--- Dataset content Enclosed Below ---

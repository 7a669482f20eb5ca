import { M_HEXOSE, M_SUCROSE } from './constants';

/** Sugars a recipe can add by weight. */
export const SUGAR_TYPES = [
  'sucrose',
  'glucose',
  'fructose',
  'honey',
  'maple-syrup',
  'agave-syrup',
  'lactose',
] as const;
export type SugarType = (typeof SUGAR_TYPES)[number];

export interface SugarInfo {
  label: string;
  /** Grams of sugars per gram of the product as weighed. */
  sugarFraction: number;
  /** Share of those sugars that yeast can ferment (0–1). */
  fermentableShare: number;
  /** Molar mass of the sugar (g/mol) and moles of CO2 (and of ethanol) per mole when fully fermented. */
  molarMass: number;
  co2PerMole: number;
  source: string;
}

/**
 * What each sugar brings. Mixed sugars (honey, syrups, fruit) are counted with sucrose's yield per gram, the
 * highest of the common sugars (0.514 g CO2/g against 0.489 for a hexose), so that the worst case stays a worst case.
 */
export const SUGARS: Record<SugarType, SugarInfo> = {
  sucrose: {
    label: 'Sucrose (table sugar)',
    sugarFraction: 1,
    fermentableShare: 1,
    molarMass: M_SUCROSE,
    co2PerMole: 4,
    source: 'C12H22O11 + H2O → 4 C2H5OH + 4 CO2',
  },
  glucose: {
    label: 'Glucose (dextrose)',
    sugarFraction: 1,
    fermentableShare: 1,
    molarMass: M_HEXOSE,
    co2PerMole: 2,
    source: 'C6H12O6 → 2 C2H5OH + 2 CO2',
  },
  fructose: {
    label: 'Fructose',
    sugarFraction: 1,
    fermentableShare: 1,
    molarMass: M_HEXOSE,
    co2PerMole: 2,
    source: 'C6H12O6 → 2 C2H5OH + 2 CO2',
  },
  honey: {
    label: 'Honey',
    sugarFraction: 0.8212,
    fermentableShare: 1,
    molarMass: M_SUCROSE,
    co2PerMole: 4,
    source: 'USDA SR25 NDB 19296 (honey): 82.12 g total sugars per 100 g',
  },
  'maple-syrup': {
    label: 'Maple syrup',
    sugarFraction: 0.679,
    fermentableShare: 1,
    molarMass: M_SUCROSE,
    co2PerMole: 4,
    source: 'USDA SR25 NDB 19353 (syrups, maple): 67.90 g total sugars per 100 g',
  },
  'agave-syrup': {
    label: 'Agave syrup',
    sugarFraction: 0.6803,
    fermentableShare: 1,
    molarMass: M_SUCROSE,
    co2PerMole: 4,
    source: 'USDA SR25 NDB 19912 (sweetener, syrup, agave): 68.03 g total sugars per 100 g',
  },
  lactose: {
    label: 'Lactose (sweetness only)',
    sugarFraction: 1,
    fermentableShare: 0,
    molarMass: M_SUCROSE,
    co2PerMole: 4,
    // From memory.
    source: 'Saccharomyces and the usual kombucha yeasts do not ferment lactose',
  },
};

/** Grams of CO2 per gram of a fermentable sugar at theoretical yield (Gay-Lussac stoichiometry). */
export function co2GramsPerGram(molarMass: number, co2PerMole: number, mCo2: number): number {
  return (co2PerMole * mCo2) / molarMass;
}

/** The sugars as a picker lists them: short names, in the order of SUGAR_TYPES. */
export const SHORT_SUGAR_LABELS: Record<SugarType, string> = {
  sucrose: 'Sucrose',
  glucose: 'Glucose',
  fructose: 'Fructose',
  honey: 'Honey',
  'maple-syrup': 'Maple syrup',
  'agave-syrup': 'Agave syrup',
  lactose: 'Lactose',
};
export const SUGAR_OPTIONS = SUGAR_TYPES.map((type) => ({ value: type, label: SHORT_SUGAR_LABELS[type] }));
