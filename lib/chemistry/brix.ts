import { waterDensityGPerL } from './water';

/**
 * Specific gravity (20 °C/20 °C) of a sucrose solution of `brix` °Bx (g sucrose per 100 g solution).
 * The widely used fit SG = 1 + B / (258.6 − 227.1·B/258.2) (from memory); the tests check it against the
 * CRC Handbook's table of sucrose solution densities.
 */
export function brixToSpecificGravity(brix: number): number {
  return 1 + brix / (258.6 - (brix / 258.2) * 227.1);
}

/** °Bx of a sucrose solution of the given specific gravity (20/20 °C), the exact inverse of brixToSpecificGravity. */
export function specificGravityToBrix(specificGravity: number): number {
  if (specificGravity <= 1) return 0;
  let low = 0;
  let high = 95;
  for (let i = 0; i < 60; i++) {
    const mid = (low + high) / 2;
    if (brixToSpecificGravity(mid) < specificGravity) low = mid;
    else high = mid;
  }
  return (low + high) / 2;
}

/** Grams of sugar per litre of a sucrose solution at 20 °C: °Bx/100 × its density. */
export function brixToSugarGPerL(brix: number): number {
  return (brix / 100) * brixToSpecificGravity(brix) * waterDensityGPerL(20);
}

/** Why a reading of a fermented drink is only an estimate (shown wherever a reading is converted). */
export const READING_CAUTION =
  'Acids and alcohol change refractometer and hydrometer readings of fermented tea, so sugar from a reading is an estimate.';
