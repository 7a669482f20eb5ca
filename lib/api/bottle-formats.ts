import { useMutation, useQuery, useQueryClient } from '@tanstack/react-query';

import type { BottleFormatInput } from '@/lib/schemas/bottle-formats';

import { api } from './client';
import { staleTimes } from './query-client';
import type { BottleFormat } from './types';

export type { BottleFormat };

export const bottleFormatKeys = {
  all: ['bottle-formats'] as const,
  list: (archived: boolean) => ['bottle-formats', { archived }] as const,
};

export function useBottleFormatsQuery(includeArchived = false) {
  return useQuery({
    queryKey: bottleFormatKeys.list(includeArchived),
    staleTime: staleTimes.list,
    queryFn: ({ signal }) =>
      api.get<BottleFormat[]>(`/bottle-formats${includeArchived ? '?archived=true' : ''}`, signal),
  });
}

function useFormatMutation<T>(mutationFn: (input: T) => Promise<BottleFormat>) {
  const queryClient = useQueryClient();
  return useMutation({
    mutationFn,
    onSuccess: () => queryClient.invalidateQueries({ queryKey: bottleFormatKeys.all }),
  });
}

export const useCreateBottleFormatMutation = () =>
  useFormatMutation((input: BottleFormatInput) => api.post<BottleFormat>('/bottle-formats', input));
export const useUpdateBottleFormatMutation = () =>
  useFormatMutation(({ id, input }: { id: number; input: BottleFormatInput }) =>
    api.put<BottleFormat>(`/bottle-formats/${id}`, input),
  );
export const useArchiveBottleFormatMutation = () =>
  useFormatMutation(({ id, archived }: { id: number; archived: boolean }) =>
    api.post<BottleFormat>(`/bottle-formats/${id}/${archived ? 'archive' : 'restore'}`),
  );
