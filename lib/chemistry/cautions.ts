/** The cautions every result screen shows beside pressure numbers. */
export const SAFETY_CAUTIONS = [
  'Glass under pressure can burst and injure. These numbers are estimates, not a guarantee.',
  'Use only bottles made for carbonated drinks, and stay within the rating your bottle supplier gives.',
  'Keep conditioned bottles cold once they reach their fizz: warmth raises the pressure and restarts fermentation.',
  'Open a test bottle first, pointed away from people, and wear eye protection when handling warm bottles.',
  'Follow your local food-safety, labelling and alcohol rules and licensed practice.',
] as const;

--- End of Enclosed Dataset content ---

# Activity
Lines holding the word "solution" are the answer; copy each one from the records above.

# Exercise response
 * Specific gravity (20 °C/20 °C) of a sucrose solution of `brix` °Bx (g sucrose per 100 g solution).
 * CRC Handbook's table of sucrose solution densities.
/** °Bx of a sucrose solution of the given specific gravity (20/20 °C), the exact inverse of brixToSpecificGravity. */
/** Grams of sugar per litre of a sucrose solution at 20 °C: °Bx/100 × its density. */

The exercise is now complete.